___ Provided records ___

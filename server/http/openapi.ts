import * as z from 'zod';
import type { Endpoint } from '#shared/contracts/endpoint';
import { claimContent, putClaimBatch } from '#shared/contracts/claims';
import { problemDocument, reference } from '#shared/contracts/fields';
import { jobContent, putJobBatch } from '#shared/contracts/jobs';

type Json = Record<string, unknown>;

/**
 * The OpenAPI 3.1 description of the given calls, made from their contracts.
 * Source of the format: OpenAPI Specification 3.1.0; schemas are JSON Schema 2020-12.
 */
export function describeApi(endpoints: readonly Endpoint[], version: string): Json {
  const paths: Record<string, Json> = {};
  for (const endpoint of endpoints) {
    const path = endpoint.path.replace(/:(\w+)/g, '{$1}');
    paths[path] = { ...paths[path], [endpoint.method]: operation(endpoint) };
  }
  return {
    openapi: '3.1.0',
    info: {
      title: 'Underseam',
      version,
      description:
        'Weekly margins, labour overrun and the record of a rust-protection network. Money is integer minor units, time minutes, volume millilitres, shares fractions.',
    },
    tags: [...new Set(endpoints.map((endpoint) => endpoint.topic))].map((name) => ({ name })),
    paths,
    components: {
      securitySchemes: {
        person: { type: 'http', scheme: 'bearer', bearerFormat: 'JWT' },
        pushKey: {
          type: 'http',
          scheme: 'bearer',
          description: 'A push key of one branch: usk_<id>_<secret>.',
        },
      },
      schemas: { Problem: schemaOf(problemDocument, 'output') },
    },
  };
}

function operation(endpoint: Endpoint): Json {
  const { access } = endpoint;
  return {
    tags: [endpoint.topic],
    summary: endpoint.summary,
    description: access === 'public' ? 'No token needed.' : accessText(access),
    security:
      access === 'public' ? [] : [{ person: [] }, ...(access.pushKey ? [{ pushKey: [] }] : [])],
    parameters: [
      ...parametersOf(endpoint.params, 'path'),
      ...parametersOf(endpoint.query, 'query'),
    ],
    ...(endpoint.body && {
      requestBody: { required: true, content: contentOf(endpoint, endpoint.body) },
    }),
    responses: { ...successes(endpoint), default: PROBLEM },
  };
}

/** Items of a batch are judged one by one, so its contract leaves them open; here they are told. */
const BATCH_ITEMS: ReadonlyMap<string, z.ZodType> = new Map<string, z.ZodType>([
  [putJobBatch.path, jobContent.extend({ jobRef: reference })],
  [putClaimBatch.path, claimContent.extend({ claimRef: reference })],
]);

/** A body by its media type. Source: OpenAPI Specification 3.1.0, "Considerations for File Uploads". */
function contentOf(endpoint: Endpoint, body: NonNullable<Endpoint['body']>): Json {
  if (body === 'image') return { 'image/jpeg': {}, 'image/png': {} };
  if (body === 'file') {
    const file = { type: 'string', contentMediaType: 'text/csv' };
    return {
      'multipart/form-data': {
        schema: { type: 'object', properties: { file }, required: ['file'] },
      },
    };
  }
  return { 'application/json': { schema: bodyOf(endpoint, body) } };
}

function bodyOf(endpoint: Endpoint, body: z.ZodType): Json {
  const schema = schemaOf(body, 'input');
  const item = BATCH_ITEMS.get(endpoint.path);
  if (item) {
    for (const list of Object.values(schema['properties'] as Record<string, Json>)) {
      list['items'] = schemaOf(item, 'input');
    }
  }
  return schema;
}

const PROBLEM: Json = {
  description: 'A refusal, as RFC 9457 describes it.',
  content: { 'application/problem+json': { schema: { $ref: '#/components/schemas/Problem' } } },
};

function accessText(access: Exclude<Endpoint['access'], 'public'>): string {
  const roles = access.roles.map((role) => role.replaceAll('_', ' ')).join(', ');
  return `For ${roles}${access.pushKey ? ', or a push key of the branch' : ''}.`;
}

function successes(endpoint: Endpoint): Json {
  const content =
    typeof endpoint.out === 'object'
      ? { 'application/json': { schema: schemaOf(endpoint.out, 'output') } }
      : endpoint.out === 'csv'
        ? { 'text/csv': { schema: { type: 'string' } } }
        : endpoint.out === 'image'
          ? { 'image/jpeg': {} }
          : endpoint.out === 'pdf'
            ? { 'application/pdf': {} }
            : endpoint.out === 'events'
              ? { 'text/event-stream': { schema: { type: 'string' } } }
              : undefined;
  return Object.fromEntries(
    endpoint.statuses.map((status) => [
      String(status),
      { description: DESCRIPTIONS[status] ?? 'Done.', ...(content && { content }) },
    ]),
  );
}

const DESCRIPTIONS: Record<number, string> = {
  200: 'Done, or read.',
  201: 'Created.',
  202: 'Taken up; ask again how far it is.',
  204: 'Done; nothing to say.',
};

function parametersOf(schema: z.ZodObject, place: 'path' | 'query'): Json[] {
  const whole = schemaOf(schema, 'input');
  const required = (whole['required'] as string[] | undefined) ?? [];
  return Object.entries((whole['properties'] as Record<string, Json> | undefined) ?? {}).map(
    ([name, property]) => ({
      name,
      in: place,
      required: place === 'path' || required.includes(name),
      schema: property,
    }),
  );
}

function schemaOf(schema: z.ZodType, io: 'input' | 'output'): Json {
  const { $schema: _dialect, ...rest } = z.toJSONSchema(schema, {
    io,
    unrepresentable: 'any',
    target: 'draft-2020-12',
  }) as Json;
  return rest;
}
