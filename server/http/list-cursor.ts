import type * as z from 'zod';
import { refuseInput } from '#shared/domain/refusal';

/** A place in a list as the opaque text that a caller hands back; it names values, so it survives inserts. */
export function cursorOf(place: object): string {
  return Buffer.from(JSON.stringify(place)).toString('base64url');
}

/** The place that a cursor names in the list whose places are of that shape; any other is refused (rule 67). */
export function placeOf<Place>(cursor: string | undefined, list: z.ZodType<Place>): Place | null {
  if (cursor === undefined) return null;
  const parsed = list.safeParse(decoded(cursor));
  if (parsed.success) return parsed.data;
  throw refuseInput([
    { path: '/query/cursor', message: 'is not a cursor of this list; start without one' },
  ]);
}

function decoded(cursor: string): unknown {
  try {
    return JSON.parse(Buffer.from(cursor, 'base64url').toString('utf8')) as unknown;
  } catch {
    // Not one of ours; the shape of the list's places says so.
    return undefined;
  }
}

___

* [Your objective]
Would you please repeat, exactly as written, the lines from the one containing "filename server/http/list-cursor.ts" through the end of the listing above, including both, and only those?

* [Exercise answer]
filename server/http/list-cursor.ts
import type * as z from 'zod';
import { refuseInput } from '#shared/domain/refusal';

/** A place in a list as the opaque text that a caller hands back; it names values, so it survives inserts. */
export function cursorOf(place: object): string {
  return Buffer.from(JSON.stringify(place)).toString('base64url');
}

/** The place that a cursor names in the list whose places are of that shape; any other is refused (rule 67). */
export function placeOf<Place>(cursor: string | undefined, list: z.ZodType<Place>): Place | null {
  if (cursor === undefined) return null;
  const parsed = list.safeParse(decoded(cursor));
  if (parsed.success) return parsed.data;
  throw refuseInput([
    { path: '/query/cursor', message: 'is not a cursor of this list; start without one' },
  ]);
}

function decoded(cursor: string): unknown {
  try {
    return JSON.parse(Buffer.from(cursor, 'base64url').toString('utf8')) as unknown;
  } catch {
    // Not one of ours; the shape of the list's places says so.
    return undefined;
  }
}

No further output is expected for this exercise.